= Benjamin Brière =

French tourist formerly imprisoned in Iran

Benjamin Brière (/fr/; born 1985 or 1986) is a French traveller and blogger who was arrested by the Iranian authorities in May 2020 after being accused of flying a drone near the border of Iran with Turkmenistan. After being held on charges of spying and propaganda, he was sentenced in January 2022 to eight years and eight months in prison. He was released in May 2023.

==Imprisonment==
Brière is from Lyon. In 2018 he began a van trip, documented on Instagram, which had taken him through Finland, Turkey and Montenegro. In May 2020 he was in Iran, and after flying a Helicam in the desert near the Turkmenistan border, was arrested on 26 May by security forces on charges of photography in a prohibited area, use of a recreational drone in a natural park, and posting on social media questioning Iranian laws that mandate the hijab for women. He was placed in custody in Vakilabad prison in Mashhad, on a spying charge; on the first anniversary of his detention, in May 2021, a propaganda charge was added. His lawyer said that charges of alcoholism and "corruption on earth" had been dropped after investigation. In December 2021, after his case had still not been referred to a court and he had been denied permission to speak with his family at Christmas and New Year's, Brière began a hunger strike; in early January 2022, a demonstration in solidarity with him was held in the Place du Trocadéro in Paris.
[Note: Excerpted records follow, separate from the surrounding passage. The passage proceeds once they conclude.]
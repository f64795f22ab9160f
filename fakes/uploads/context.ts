import type { ResolvedOptions } from './config';
import type { HookDelivery } from './callback-sender';
import type { Registry } from './registry';
import type { FileStore } from './storage';

/** What every route of the fake shares. */
export interface FakeContext {
  opts: ResolvedOptions;
  store: FileStore;
  registry: Registry;
  /** The fake's own base URL, sent as `origin` so the app knows where to post `/callback-result`. */
  origin(): string;
  /** Keys with a PUT in progress: a second PUT of the same key is refused, not interleaved. */
  uploading: Set<string>;
  /** Every hook the fake sent, oldest first (test hooks replay them). */
  hooks: HookDelivery[];
  log(line: string): void;
}
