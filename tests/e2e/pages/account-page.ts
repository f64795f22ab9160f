import { expect, type Page } from '@playwright/test';

export class AccountPage {
  constructor(private readonly page: Page) {}

  async goto() {
    await this.page.goto('/account');
    await expect(this.page.getByTestId('profile-form')).toBeVisible();
  }

  async saveName(name: string) {
    await this.page.getByTestId('profile-name').fill(name);
    await this.page.getByTestId('profile-save').click();
    await expect(this.page.locator('main').getByTestId('profile-result')).toContainText('Name saved');
  }

  async createToken(name: string, groupSlug: string): Promise<string> {
    await this.page.getByTestId('token-name').fill(name);
    await this.page.getByTestId('token-group').selectOption(groupSlug);
    await this.page.getByTestId('token-create').click();
    const secret = this.page.getByTestId('token-secret');
    await expect(secret).toBeVisible();
    return (await secret.innerText()).trim();
  }

  tokenRow(name: string) {
    return this.page.getByTestId(`token-${name}`);
  }

  async revokeToken(name: string) {
    const row = this.tokenRow(name);
    await row.getByTestId('revoke-token').click();
    await row.getByTestId('confirm-revoke-token').click();
    await expect(row.getByText('revoked')).toBeVisible();
  }
}
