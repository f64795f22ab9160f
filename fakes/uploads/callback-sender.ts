import http from 'node:http';
import https from 'node:https';
import { sign } from './signing';

// node:http rather than fetch: the app answers a callback only after onUploadComplete, and
// fetch gives up waiting for response headers after 300 s.

export type HookKind = 'callback' | 'error';

export interface HookDelivery {
  url: string;
  hook: HookKind;
  /** The exact JSON text signed and sent. */
  body: string;
  signature: string;
}

export interface HookAnswer {
  status: number;
  body: string;
}

export function callbackTarget(callbackUrl: string, slug: string): string {
  const url = new URL(callbackUrl);
  url.searchParams.set('slug', slug);
  return url.href;
}

export function makeDelivery(url: string, hook: HookKind, payload: unknown, apiKey: string): HookDelivery {
  const body = JSON.stringify(payload);
  return { url, hook, body, signature: sign(body, apiKey) };
}

/** POSTs a hook; resolves with the app's answer (any status), rejects only on network failure. */
export function postHook(delivery: HookDelivery, timeoutMs: number): Promise<HookAnswer> {
  const url = new URL(delivery.url);
  const client = url.protocol === 'https:' ? https : http;
  return new Promise((resolve, reject) => {
    const req = client.request(
      url,
      {
        method: 'POST',
        headers: {
          'content-type': 'application/json',
          'content-length': Buffer.byteLength(delivery.body),
          'uploadthing-hook': delivery.hook,
          'x-uploadthing-signature': delivery.signature,
        },
        timeout: timeoutMs,
      },
      (res) => {
        const chunks: Buffer[] = [];
        res.on('data', (c: Buffer) => chunks.push(c));
        res.on('end', () => resolve({ status: res.statusCode ?? 0, body: Buffer.concat(chunks).toString('utf8') }));
        res.on('error', reject);
      },
    );
    req.on('timeout', () => req.destroy(new Error(`no answer from ${delivery.url} within ${timeoutMs} ms`)));
    req.on('error', reject);
    req.end(delivery.body);
  });
}

/** The JSON line a dev-mode `/route-metadata` stream carries; the SDK forwards it to its handler. */
export function devStreamLine(delivery: HookDelivery): string {
  return JSON.stringify({ payload: delivery.body, signature: delivery.signature, hook: delivery.hook }) + '\n';
}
On 25 January 2022, Brière was tried behind closed doors by the revolutionary court in Mashhad and sentenced to 8 years on the spying charge, with an additional 8 months on the propaganda charge. According to his lawyer, Brière had not been informed of an additional charge of "cooperation with states hostile to Iran", of which he was also found guilty. He was released on 12 May 2023, together with fellow French citizen Bernard Phelan.